*Material to process*.

━━━━

/** The sheets of an .xlsx workbook as rows of text cells. */

export interface Sheet {
  readonly name: string;
  readonly rows: readonly (readonly string[])[];
}

/** A workbook is a zip file; more than this is not unpacked, whatever its size when packed. */
export const MOST_UNPACKED_BYTES = 256 * 2 ** 20;

export class TooLargeError extends Error {
  override readonly name = "TooLargeError";
}

/**
 * Adds up what the parts of the zip file unpack to, by their own headers and then in fact: a part that unpacks to more
 * than its header says makes the unpacking fail.
 */
async function checkUnpackedSize(bytes: Uint8Array): Promise<void> {
  const { unzipSync } = await import("fflate");
  let total = 0;
  unzipSync(bytes, {
    filter: ({ originalSize }) => {
      total += originalSize;
      return false;
    },
  });
  if (total > MOST_UNPACKED_BYTES) throw new TooLargeError();
  unzipSync(bytes);
}

function cellText(value: unknown): string {
  if (value === null || value === undefined) return "";
  if (value instanceof Date)
    // Workbooks keep days as fractions: to the nearest 10 ms.
    return Number.isNaN(value.getTime())
      ? ""
      : new Date(Math.round(value.getTime() / 10) * 10).toISOString().replace(/T00:00:00\.000Z$|\.?0*Z$/, "");
  return String(value);
}

/** Every sheet of a workbook. Throws TooLargeError, or whatever the library makes of a broken file. */
export async function readWorkbook(bytes: Uint8Array): Promise<readonly Sheet[]> {
  await checkUnpackedSize(bytes);
  const { default: readSheets } = await import("read-excel-file/universal");
  const sheets = await readSheets(new Blob([bytes as Uint8Array<ArrayBuffer>]));
  return sheets.map(({ sheet, data }) => ({ name: sheet, rows: data.map((row) => row.map(cellText)) }));
}
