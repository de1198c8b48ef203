"""Writes the small workbook and netCDF files that the format tests read.

The water is invented. Run with Debian's python3 (python3-netcdf4, python3-openpyxl):  python3 make_formats.py
"""
import datetime as dt
import os

import netCDF4 as nc
import numpy as np
import openpyxl

HERE = os.path.dirname(os.path.abspath(__file__))
DEPTH = np.array([0.5, 1.0, 2.0, 4.0, 8.0])
TEMP = np.array([18.25, 18.125, 17.5, 14.75, 12.0625])
SALT = np.array([2.5, 3.25, 10.0, 24.5, 30.125])


def path(name):
    return os.path.join(HERE, name)


def variable(ds, name, kind, dims, standard_name, units, values=None, **attributes):
    fill = attributes.pop("fill", None)
    v = ds.createVariable(name, kind, dims, fill_value=fill) if fill is not None else ds.createVariable(name, kind, dims)
    if standard_name:
        v.standard_name = standard_name
    if units:
        v.units = units
    for key, value in attributes.items():
        setattr(v, key, value)
    if values is not None:
        v[:] = values
    return v


# One profile on one dimension, netCDF classic, double precision.
with nc.Dataset(path("single-profile-classic.nc"), "w", format="NETCDF3_CLASSIC") as ds:
    ds.Conventions = "CF-1.11"
    ds.featureType = "profile"
    ds.createDimension("z", 5)
    variable(ds, "depth", "f8", ("z",), "depth", "m", DEPTH, positive="down")
    variable(ds, "temp", "f8", ("z",), "sea_water_temperature", "degree_Celsius", TEMP)
    variable(ds, "psal", "f8", ("z",), "sea_water_practical_salinity", "1", SALT)
    variable(ds, "lat", "f8", (), "latitude", "degrees_north", 51.5)
    variable(ds, "lon", "f8", (), "longitude", "degrees_east", -29.25)
    variable(ds, "time", "f8", (), "time", "days since 1950-01-01 00:00:00", 27895.5)

# Three profiles of unequal length on a grid, netCDF-4, packed, with a record dimension and character names.
with nc.Dataset(path("profile-grid-netcdf4.nc"), "w", format="NETCDF4") as ds:
    ds.Conventions = "CF-1.11"
    ds.featureType = "profile"
    ds.createDimension("profile", None)
    ds.createDimension("z", 5)
    ds.createDimension("letters", 4)
    names = nc.stringtochar(np.array(["A", "B", "C"], dtype="S4"))
    variable(ds, "station", "S1", ("profile", "letters"), None, None, names, cf_role="profile_id")
    p = np.tile(np.array([0.5, 1, 2, 4, 8.0]), (3, 1))
    t = np.tile(TEMP, (3, 1)) + np.array([[0.0], [0.5], [1.0]])
    c = np.tile(np.array([4.0, 5.0, 15.0, 32.0, 38.0]), (3, 1))
    p[2, 3:] = t[2, 3:] = c[2, 3:] = -99
    variable(ds, "pres", "f8", ("profile", "z"), "sea_water_pressure_due_to_sea_water", "dbar", np.ma.masked_equal(p, -99), fill=-99.0)
    packed = variable(ds, "temp", "i2", ("profile", "z"), "sea_water_temperature", "degree_C", None, fill=np.int16(-32767),
                      scale_factor=0.0625, add_offset=10.0)
    packed[:] = np.ma.masked_less(t, -90)
    variable(ds, "cndc", "f4", ("profile", "z"), "sea_water_electrical_conductivity", "mS cm-1", np.ma.masked_equal(c, -99), fill=np.float32(-99))
    variable(ds, "lat", "f8", ("profile",), "latitude", "degrees_north", [51.0, 51.25, 51.5])
    variable(ds, "lon", "f8", ("profile",), "longitude", "degrees_east", [-29.0, -29.25, -29.5])
    variable(ds, "time", "f8", ("profile",), "time", "seconds since 1970-01-01T00:00:00Z", [1.7e9, 1.7e9 + 3600, 1.7e9 + 7200])

# Two profiles as a contiguous ragged array, 64-bit offset.
with nc.Dataset(path("ragged-profiles-64bit.nc"), "w", format="NETCDF3_64BIT_OFFSET") as ds:
    ds.Conventions = "CF-1.11"
    ds.featureType = "profile"
    ds.createDimension("cast", 2)
    ds.createDimension("obs", 7)
    variable(ds, "profile", "i4", ("cast",), None, None, [11, 12], cf_role="profile_id")
    variable(ds, "row_size", "i4", ("cast",), None, None, [4, 3], sample_dimension="obs")
    variable(ds, "lat", "f8", ("cast",), "latitude", "degrees_north", [51.0, 52.0])
    variable(ds, "time", "f8", ("cast",), "time", "hours since 2026-05-17 06:00", [0.0, 1.5])
    variable(ds, "depth", "f8", ("obs",), "depth", "m", [1, 2, 3, 4, 1, 2, 3])
    variable(ds, "temp", "f8", ("obs",), "sea_water_temperature", "K", np.array([15, 14, 13, 12, 16, 15, 14]) + 273.15)
    variable(ds, "psal", "f8", ("obs",), "sea_water_salinity", "1e-3", [5, 10, 20, 25, 3, 6, 9])

# A trajectory profile: indexed ragged, netCDF-4 with compression.
with nc.Dataset(path("indexed-profiles-netcdf4.nc"), "w", format="NETCDF4") as ds:
    ds.Conventions = "CF-1.11"
    ds.featureType = "trajectoryProfile"
    ds.createDimension("profile", 2)
    ds.createDimension("obs", 6)
    index = ds.createVariable("which", "i4", ("obs",), zlib=True)
    index.instance_dimension = "profile"
    index[:] = [0, 0, 0, 1, 1, 1]
    number = ds.createVariable("number", "i8", ("profile",))
    number.cf_role = "profile_id"
    number[:] = [1, 2]
    variable(ds, "lat", "f8", ("profile",), "latitude", "degrees_north", [51.0, 51.1])
    variable(ds, "lon", "f8", ("profile",), "longitude", "degrees_east", [-29.0, -29.1])
    variable(ds, "depth", "f8", ("obs",), "depth", "m", [0.5, 1, 1.5, 0.5, 1, 1.5])
    variable(ds, "temp", "f8", ("obs",), "sea_water_temperature", "degC", [10, 10.5, 11, 9, 9.5, 10])

# A workbook: a cover sheet, a sheet of casts under a preamble, a second sheet of casts.
book = openpyxl.Workbook()
cover = book.active
cover.title = "About"
cover["A1"] = "Invented water, for tests"
sheet = book.create_sheet("May")
sheet.append(["Survey of 17 May 2026"])
sheet.append([])
sheet.append(["Station", "Date", "Depth (m)", "Temperature (degC)", "Salinity (PSU)"])
for station, shift in (("Quay", 0.0), ("Mouth", 0.5)):
    for z, t_, s in zip(DEPTH, TEMP, SALT):
        sheet.append([station, dt.datetime(2026, 5, 17, 9, 30), float(z), float(t_ + shift), float(s)])
second = book.create_sheet("June")
second.append(["Depth", "Temp", "SpCond"])
second.append(["ft", "degF", "uS/cm"])
for z, t_ in zip([3, 6, 9], [68.0, 64.4, 59.0]):
    second.append([z, t_, 210])
book.save(path("two-sheets.xlsx"))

━━━━

*Directions for this task*. Reproduce every line in the records above that contains the word "grid".

*Response to this task*.
# Three profiles of unequal length on a grid, netCDF-4, packed, with a record dimension and character names.
with nc.Dataset(path("profile-grid-netcdf4.nc"), "w", format="NETCDF4") as ds:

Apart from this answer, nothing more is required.